[EM] calculating the N matrix in Schulze STV

[Kristofer Munsterhjelm]

On 06/29/2013 09:38 AM, Alexander Kjäll wrote:
> Hi
>
> I'm trying to implement the Schulze STV method and are currently working
> through the paper schulze2.pdf.
>
> On page 38 there is an example (section 6.3) where this result was
> arrived at:
>
> N[{a,b,c},d] = 169;
>
> and Ñ[{a,b,c}, {a,b,d}] = 169;
>
> And i can't seem to figure out how to arrive at the number 169.
>
> It's not a sum of any of the voting groups (as those are all divisible
> by three, and 169 is not), and since all voters cast linear order
> preferences of candidates the weight p of the votes should all be 1 (as
> far as i understood it).
>
> Could someone here maybe help me by explaining what step I'm not
> understanding correctly, I'm guessing it has something to do with
> Proportional Completion but I'm not really seeing that.

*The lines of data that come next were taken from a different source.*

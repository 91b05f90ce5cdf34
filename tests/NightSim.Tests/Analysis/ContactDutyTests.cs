using NightSim.Analysis;
using NightSim.Devices;
using NightSim.Results;
using NightSim.Runs;

namespace NightSim.Tests.Analysis;

/// <summary>
/// A relay's contacts against its lamp on hand-made runs (invented lamps, relays and times): the steady current from
/// the load's power, voltage and power factor, the switch-on peak from the kind's multiple, and the switch-ons counted
/// against the electrical life with the chatter apart.
/// </summary>
public sealed class ContactDutyTests
{
    private static readonly DateTimeOffset s_origin = new(2026, 11, 20, 12, 0, 0, TimeSpan.Zero);

    /// <summary>The contact facts of one relay as the night run builds them (the device's switched-load role).</summary>
    internal static ContactFacts Facts(double watts, LoadKind? kind, double volts = 230, double? powerFactor = null, ContactRating? rating = null) =>
        Assert.Single(ContactFactsBuilder.Build(
        [
            new Relay("K1", "K1", "vcc", "coil", [], new RelaySettings(LoadName: "lamp", LoadPower: watts, LoadKind: kind,
                LoadVoltage: volts, LoadPowerFactor: powerFactor, Contacts: rating)),
        ]));

    internal static RunFacts Run(int nights, IEnumerable<double> onTimes, IEnumerable<double> offTimes, ContactFacts contacts)
    {
        var events = onTimes.Select(t => new DiscreteEvent(t, "K1", "K1", "load lamp", "off", "on", DeviceEventKind.LoadOn))
            .Concat(offTimes.Select(t => new DiscreteEvent(t, "K1", "K1", "load lamp", "on", "off", DeviceEventKind.LoadOff)))
            .OrderBy(e => e.Time).ToList();
        return new RunFacts
        {
            Origin = s_origin,
            Duration = nights * 86400.0,
            Nights = [.. Enumerable.Range(0, nights).Select(k => new NightWindow(new DateOnly(2026, 11, 20).AddDays(k), k * 86400.0, (k + 1) * 86400.0, null, null, null, null))],
            DeviceEvents = events,
            Contacts = [contacts],
        };
    }

    [Fact]
    public void Steady_Current_Is_Power_Over_Voltage_For_A_Resistive_Load()
    {
        // P = V·I for a resistance on a sinusoidal supply (RMS values, power factor 1): 60 W / 230 V = 0.2609 A,
        // 100 W / 120 V = 0.8333 A.
        Assert.Equal(60.0 / 230.0, Facts(60, LoadKind.Resistive).SteadyCurrent, 12);
        Assert.Equal(0.8333, Facts(100, LoadKind.Incandescent, volts: 120).SteadyCurrent, 4);
        // A load of unstated kind is taken as power factor 1 and has no known switch-on peak.
        Assert.Equal(60.0 / 230.0, Facts(60, null).SteadyCurrent, 12);
        Assert.Null(Facts(60, null).PeakInrush);
    }

    [Fact]
    public void Steady_Current_Of_A_Driver_Or_Ballast_Divides_By_Its_Power_Factor()
    {
        // Real power P = V·I·cos φ (textbook AC power), so I = P/(V·cos φ): a 12 W driver at 0.9 on 230 V draws
        // 12/(230·0.9) = 57.97 mA; a 36 W ballast at 0.5 on 230 V 313.0 mA; a power factor stated on the part wins.
        Assert.Equal(0.05797, Facts(12, LoadKind.LedDriver).SteadyCurrent, 5);
        Assert.Equal(0.3130, Facts(36, LoadKind.Fluorescent).SteadyCurrent, 4);
        ContactFacts stated = Facts(12, LoadKind.LedDriver, powerFactor: 0.55);
        Assert.True(stated.PowerFactorStated);
        Assert.Equal(12 / (230 * 0.55), stated.SteadyCurrent, 12);
    }

    [Fact]
    public void Peak_Inrush_Is_The_Kinds_Upper_Multiple_Of_The_Steady_Current()
    {
        // Filament 15× (common practice, from memory): a 100 W lamp on 230 V, 0.4348 A steady, peaks at 6.522 A.
        ContactFacts lamp = Facts(100, LoadKind.Incandescent);
        Assert.Equal(15 * 100 / 230.0, lamp.PeakInrush!.Value, 9);
        // LED driver 100× (common practice, from memory) of 12/(230·0.9) A = 5.797 A.
        Assert.Equal(5.797, Facts(12, LoadKind.LedDriver).PeakInrush!.Value, 3);
        // A resistive load: no more than its steady current.
        Assert.Equal(60 / 230.0, Facts(60, LoadKind.Resistive).PeakInrush!.Value, 12);
    }

    [Fact]
    public void Life_Counts_Every_Switch_On_And_Sets_The_Chatter_Apart()
    {
        // Two nights, invented: night 1 a clean dusk switch-on (17:00, off 21:00); night 2 a chatter burst of 10
        // switch-ons 2 s apart from 17:00 (20 operations within a minute: a burst, six or more within a minute) and
        // then a clean switch-on at 17:30. Electrical life 100 000 operations, one operation = a switch-on and its
        // switch-off (common practice of relay data).
        double day = 86400, dusk = 5 * 3600; // origin is noon: 17:00 is 5 h in
        var on = new List<double> { dusk };
        var off = new List<double> { dusk + 4 * 3600 };
        for (int k = 0; k < 10; k++)
        {
            on.Add(day + dusk + 2 * k);
            off.Add(day + dusk + 2 * k + 1);
        }
        on.Add(day + dusk + 1800);
        off.Add(day + dusk + 1800 + 4 * 3600);
        ContactFacts contacts = Facts(12, LoadKind.LedDriver, rating: new ContactRating(10, 250, 100_000));
        ContactDuty d = ContactDuty.Of(contacts, Run(2, on, off, contacts));

        Assert.Equal(12, d.Operations);
        Assert.Equal(10, d.ChatterOperations);
        Assert.Equal(6.0, d.OperationsPerNight);           // 12 switch-ons over 2 nights
        Assert.Equal(5.0, d.ChatterPerNight);
        Assert.Equal(100_000 / 6.0, d.LifeNights!.Value, 9);
        Assert.Equal(100_000 / 6.0 / 365.2425, d.LifeYears!.Value, 9); // mean Gregorian year
        Assert.Equal(100_000 / 1.0 / 365.2425, d.LifeYearsWithoutChatter!.Value, 9);
        Assert.Equal(day + dusk, d.FirstChatter);
    }

    [Fact]
    public void Without_A_Stated_Life_Or_Nights_There_Is_No_Life_Figure()
    {
        ContactFacts noLife = Facts(12, LoadKind.LedDriver, rating: new ContactRating(10, 250));
        Assert.Null(ContactDuty.Of(noLife, Run(1, [5 * 3600.0], [9 * 3600.0], noLife)).LifeYears);
        ContactFacts withLife = Facts(12, LoadKind.LedDriver, rating: new ContactRating(10, 250, 1e5));
        RunFacts plain = Run(1, [1.0], [2.0], withLife) with { Nights = [] };
        ContactDuty d = ContactDuty.Of(withLife, plain);
        Assert.Equal(1, d.Operations);
        Assert.Null(d.OperationsPerNight);
        Assert.Null(d.LifeYears);
    }

    [Fact]
    public void Ratings_Decide_Within_Or_May_Weld()
    {
        // 60 W resistive on 230 V: 0.261 A against 10 A; 230 V against 250 V: within.
        ContactDuty ok = ContactDuty.Of(Facts(60, LoadKind.Resistive, rating: new ContactRating(10, 250)), Run(1, [], [], Facts(60, LoadKind.Resistive)));
        Assert.True(ok.SteadyWithinRating);
        Assert.True(ok.InrushWithinRating);
        Assert.True(ok.VoltageWithinRating);
        Assert.False(ok.MayWeld);
        // Nothing stated: nothing judged.
        ContactDuty unknown = ContactDuty.Of(Facts(60, LoadKind.Resistive), Run(1, [], [], Facts(60, LoadKind.Resistive)));
        Assert.Null(unknown.SteadyWithinRating);
        Assert.Null(unknown.InrushWithinRating);
        Assert.Null(unknown.VoltageWithinRating);
        Assert.False(unknown.MayWeld);
    }
}
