using System.Reflection;

namespace NightSim.Cli.Commands;

/// <summary>The starting designs `nightsim init` writes: a commented netlist per arrangement and one commented
/// scenario text with the site filled in. The files live in src/NightSim.Cli/Templates and are embedded.</summary>
internal static class StarterTemplates
{
    /// <summary>One starting design: its name on the command line, what it is, and the node noise examples point at.</summary>
    public sealed record Template(string Name, string Summary, string NoiseNode);

    /// <summary>Every template, the default first.</summary>
    public static readonly IReadOnlyList<Template> All =
    [
        new("one-shot", "light-dependent resistor and comparator, RC-coupled trigger into a 555 one-shot (about 4 h), relay", "trig"),
        new("one-shot-latched", "the one-shot with a re-arm latch: one switch-on a night, headlights after time-out ignored", "trig"),
        new("ldr-comparator", "light-dependent resistor with a comparator and a relay: on from dusk to dawn", "sense"),
        new("phototransistor", "phototransistor with a two-transistor trigger and a relay: on from dusk to dawn", "sense"),
    ];

    /// <summary>The invented site used when the user gives none.</summary>
    public static readonly (string Name, double Latitude, double Longitude, string TimeZone) DefaultSite =
        ("Invented Allotment, Quittenweg 3", 51.3, 9.5, "Europe/Berlin");

    /// <summary>First night when none is given.</summary>
    public const string DefaultDate = "2026-11-20";

    /// <summary>The template's netlist text.</summary>
    public static string Netlist(Template t) => Resource(t.Name + ".json");

    /// <summary>The scenario text for a template at a site.</summary>
    public static string Scenario(Template t, string siteName, double latitude, double longitude, string timeZone, string date) =>
        Resource("scenario.json")
            .Replace("{{NAME}}", t.Name + "-nights", StringComparison.Ordinal)
            .Replace("{{SITE}}", siteName.Replace("\"", "'", StringComparison.Ordinal), StringComparison.Ordinal)
            .Replace("{{LAT}}", latitude.ToString("0.####", System.Globalization.CultureInfo.InvariantCulture), StringComparison.Ordinal)
            .Replace("{{LON}}", longitude.ToString("0.####", System.Globalization.CultureInfo.InvariantCulture), StringComparison.Ordinal)
            .Replace("{{TZ}}", timeZone, StringComparison.Ordinal)
            .Replace("{{DATE}}", date, StringComparison.Ordinal)
            .Replace("{{NOISE_NODE}}", t.NoiseNode, StringComparison.Ordinal);

    /// <summary>The scenario JSON Schema (the same file as netlists/scenario.schema.json).</summary>
    public static string ScenarioSchema() => Resource("scenario.schema.json");

    private static string Resource(string name)
    {
        Assembly a = typeof(StarterTemplates).Assembly;
        using Stream s = a.GetManifestResourceStream("NightSim.Cli.Templates." + name)
            ?? throw new InvalidOperationException($"template resource {name} missing from the build");
        using var r = new StreamReader(s);
        return r.ReadToEnd();
    }
}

It hasn't to do with proportional completion. Instead, let's define the 
process for calculating N[{x,y,z}, w] as follows:

Let each candidate in the set (here {x, y, z}) have an assigned "vote 
count".

If a given set of ballots ranks a subset of {x, y, z} before w, it can 
contribute to the vote count of that subset, in any proportion. Say the 
given ballot set is 100: x > y > z > w. Then it can contribute any 
combination of positive reals to the vote count of x, y, and z, as long 
as the sum of the combination is 100.

The ballots' values are distributed to the vote counts so that the vote 
count with the minimal value is the highest. The value of this (minimal) 
count is then the value of N[{x,y,z},w].

And to give an example of this, consider the example on page 38, where 
we're trying to determine N[{a,b,c},d]. After processing, we find out that:

	value	rank		prefer these of {A,B,C} to D
         60	A>B>C>D>E	A B C
         45	A>C>E>B>D	A B C
         30	A>D>B>E>C	A
         15	A>E>D>C>B	A
         12	B>A>E>D>C	A B
         48	B>C>D>E>A	B C
         39	B>D>A>C>E	B
         21	B>E>C>A>D	A B C
         27	C>A>D>B>E	A C
          9	C>B>A>E>D	A B C
         51	C>D>E>A>B	A C
         33	C>E>B>D>A	B C
         42	D>A>C>E>B	<none>
         18	D>B>E>C>A	<none>
          6	D>C>B>A>E	<none>
         54	D>E>A>B>C	<none>
         57	E>A>B>C>D	A B C
         36	E>B>D>A>C	B
         24	E>C>A>D>B	A C
          3	E>D>C>B>A	<none>

or
	value	can be distributed among
         60	A B C
         45	A B C
	30	A
	15	A
         12	A B
         48	B C
	39	B
         21	A B C
         27	A C
          9	A B C
         51	A C
         33	B C
         57	A B C
	36	B
         24	A C

So now to distribute. There's probably an algorithm that ensures that 
the minimal value is maximal, but I don't know it. I know it's possible 
to do with linear programming, but that's probably overkill. For this 
particular example, it suffices to first add in all one-candidate 
combinations, then all two-candidate combinations in such a way as to 
maximize the minimum at each step, then all three-candidate combinations 
in a similar manner. That gives a reordered list of

	30	A
	15	A
	39	B
	36	B
         12	A B
         24	A C
         27	A C
         51	A C
         33	B C
         48	B C
          9	A B C
         60	A B C
         45	A B C
         21	A B C
         57	A B C

or
	 45	A
	 75	B
	 12	A B
	102	A C
	 81	B C
	192	A B C

and adding them in, we get

	after step	allocation to		sum of values added
			A	B	C	this step
			---	-----	------
	 1		45	  0	  0	 45
	 2		45	 75	  0	 75
	 3		57	 75	  0	 12
	 4		79.5	 75	 79.5	102
	 5		79.5	117.75	117.75	 81
	 6		169	169	169	192,

giving us a maximum minimal value of 169, which was what was wanted.

I am not at all sure that algorithm will work in the general case, 
though, so I suggest you look at Schulze's source code to find out how 
it is done there. But this example should show how you get at 
N[{x,y,z},w]: by distributing votes between the candidates ranked before 
the "comparison candidate" on each ballot so that the candidate that 
ends up with least votes has the most.